Lower excitability and impairment of EPSP-population spike (E–S) coupling in Nbea+/− mice. (a) The input–output curve for the population spike amplitude in response to increasing stimulation intensities was not significantly different when comparing wild-type and Nbea+/− mice (two-way ANOVA with Bonferroni's multiple-comparison tests, P = 0.0676 for genotype, P = 0.4168 for interaction). Representative traces show the responses to 800 µA stimulation. (b) EPSP-spike (E–S) coupling fitted with a Boltzmann function. (c) At higher stimulus intensities, the coupling between fEPSP slope and population spike values as measured by the top fit parameter is significantly reduced in Nbea+/− mice (unpaired Welch’s t test, *P = 0.0261). All values reported as means ± SEM.

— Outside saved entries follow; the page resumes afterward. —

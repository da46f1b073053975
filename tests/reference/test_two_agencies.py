"""One land, seen by two agencies' instruments and delivered as each delivers it.

The bands are the spectra's means over the passbands of Sentinel-2B and of Landsat 8's OLI;
no harmonisation coefficient, nor its inverse, is in them. Sources of the spectra: PROSAIL
(Jacquemoud et al. 2009) as packaged in `prosail` 2.0.5, and the medians of soils, litter and
char in `earthlib` 1.1.0.
"""

from datetime import timedelta
from itertools import product
from pathlib import Path
from typing import Any

import earthlib
import numpy as np
import pytest
from numpy.typing import NDArray

from service.spectral.bands import OLI, SENTINEL_2B, Band
from service.spectral.indices import INDICES, Index
from tests.passbands import CANOPY_NM, canopy, through
from tests.products_made import SENSED_AT, write_landsat, write_safe
from tests.pushing import pushed
from tests.serving import Service, square

FIELD = 12
"""Cells of 10 m a side of a field: whole cells at 20, 30 and 60 m too."""
SIDE = 5
STEP = {"sentinel-2-l2a": 1e-4, "landsat-c2-l2": 2.75e-5}
"""Reflectance of one step of the stored numbers."""

CANOPIES: dict[str, dict[str, float]] = {
    "sparse": {"lai": 0.5},
    "closing": {"lai": 1.5},
    "closed": {"lai": 3.0},
    "dense": {"lai": 6.0},
    "dry": {"cw": 0.004},
    "pale": {"cab": 15.0},
    "ripe": {"cbrown": 1.0, "cab": 5.0},
}
MEASURED = {"soil": "bare", "litter": "npv", "char": "burned"}


def seen_by(bands: tuple[Band, ...]) -> dict[str, dict[str, float]]:
    """Return by surface and band role what an instrument sees."""
    seen = {
        name: through(bands, canopy(**changed), CANOPY_NM) for name, changed in CANOPIES.items()
    }
    wavelengths = 1e3 * np.asarray(earthlib.full_library.sensor.band_centers, dtype=np.float64)
    spectra = np.asarray(earthlib.full_library.data, dtype=np.float64)
    groups = earthlib.full_library.metadata["LEVEL_2"]
    for name, group in MEASURED.items():
        chosen = spectra[(groups == group).to_numpy()]
        median = np.median(chosen[(chosen > 0).all(axis=1)], axis=0)
        seen[name] = through(bands, median, wavelengths)
    return seen


def land(seen: dict[str, dict[str, float]], cell_m: int) -> dict[str, NDArray[np.float64]]:
    """Return reflectance by band role: a field of each surface, in rows of `SIDE`."""
    side = FIELD * 10 // cell_m
    roles = next(iter(seen.values()))
    laid = {role: np.full((side * SIDE, side * SIDE), 0.2) for role in roles}
    for number, surface in enumerate(seen.values()):
        row, col = divmod(number, SIDE)
        for role, rho in surface.items():
            laid[role][row * side : (row + 1) * side, col * side : (col + 1) * side] = rho
    return laid


def limits(index: Index, surface: dict[str, float], step: float) -> tuple[float, float]:
    """Return between what an index lies if each band is off by half a step at most.

    The indices here rise or fall with each band alone, so that the ends are at corners.
    """
    roles = [role.value for role in index.roles]
    corners = np.array(list(product((-0.5, 0.5), repeat=len(roles)))).T * step
    bands: dict[str, Any] = {
        role: surface[role] + off for role, off in zip(roles, corners, strict=True)
    }
    values = index.compute(**bands)
    # Figures are kept in single precision.
    return float(values.min()) - 1e-6, float(values.max()) + 1e-6


def test_indices_of_two_agencies_differ_by_what_the_spectra_say(
    service: Service, tmp_path: Path
) -> None:
    seen = {"sentinel-2-l2a": seen_by(SENTINEL_2B), "landsat-c2-l2": seen_by(OLI)}
    names = list(seen["landsat-c2-l2"])
    service.put_parcels(
        *(
            square(name, col=FIELD * (number % SIDE), row=FIELD * (number // SIDE), size=FIELD)
            for number, name in enumerate(names)
        )
    )
    write_safe(tmp_path / "in", land(seen["sentinel-2-l2a"], 10), cells=FIELD * SIDE)
    write_landsat(
        tmp_path / "in",
        land(seen["landsat-c2-l2"], 30),
        cells=FIELD * SIDE // 3,
        sensed_at=SENSED_AT + timedelta(days=1),
    )
    sent = pushed(service, tmp_path, tmp_path / "in", "--wait")
    assert (sent.code, sent.outcomes) == (0, ["sent", "sent"]), sent.told

    oli = {band.role for band in OLI}
    shared = [
        index for index in INDICES.values() if index.watched and set(index.roles) <= oli - {"nir08"}
    ]
    assert {"ndvi", "evi2", "savi", "ndmi", "ndwi", "nbr", "nbr2", "bsi"} <= {
        index.id for index in shared
    }
    apart = []
    ids = ",".join(index.id for index in shared)
    for name in names:
        columns = service.get(f"/v1/parcels/{name}/series", params={"index": ids})["indices"]
        for index in shared:
            series = columns[index.id]
            got = dict(zip(series["sensor"], series["mean"], strict=True))
            for sensor, step in STEP.items():
                low, high = limits(index, seen[sensor][name], step)
                assert low <= got[sensor] <= high, (name, index.id, sensor)
            spectra = [
                float(
                    index.compute(**{r.value: np.array([seen[s][name][r]]) for r in index.roles})[0]
                )
                for s in STEP
            ]
            difference = got["sentinel-2-l2a"] - got["landsat-c2-l2"]
            apart.append((difference, spectra[0] - spectra[1]))
    measured, said = np.array(apart).T
    # The instruments do see this land differently, so that mixing up their bands would show.
    assert np.abs(said).max() > 0.02
    assert measured == pytest.approx(said, abs=2e-3)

To further examine the relationship between the synaptic input strength and firing ability of granule cells, we performed a fEPSP–population spike (E–S) coupling analysis by plotting fEPSP slopes against population spike amplitudes (Fig. 3b). The coupling between synaptic drive and the action potential firing ability reflects the intrinsic excitability of the neurons[27] as well as the excitation/inhibition balance of the local circuits[28]. This analysis revealed a rightward shift and a lower top parameter of the Boltzmann-fitted Nbea+/− E–S curve (Fig. 3c, n = 7 wild-type and 13 Nbea+/− mice, 13.96 ± 0.8924 vs. 10.62 ± 1.044, unpaired Welch’s t test, P = 0.0261) with respect to the wild-type curve. The rightward shift indicates that heterozygous mice require a stronger synaptic input than their wild-type littermates to produce a similar spike response, i.e. reduced E–S coupling. The reduction in the top parameter reflects the lower maximal spike amplitude in heterozygotes. Thus, our in vivo recordings revealed a reduced tendency of Nbea+/− neurons to translate changes in synaptic input into changes in firing. We therefore tested whether this reduced E–S coupling was due to differences in the balance of excitation and inhibition in the dentate gyrus of Nbea+/− mice by examining network inhibition.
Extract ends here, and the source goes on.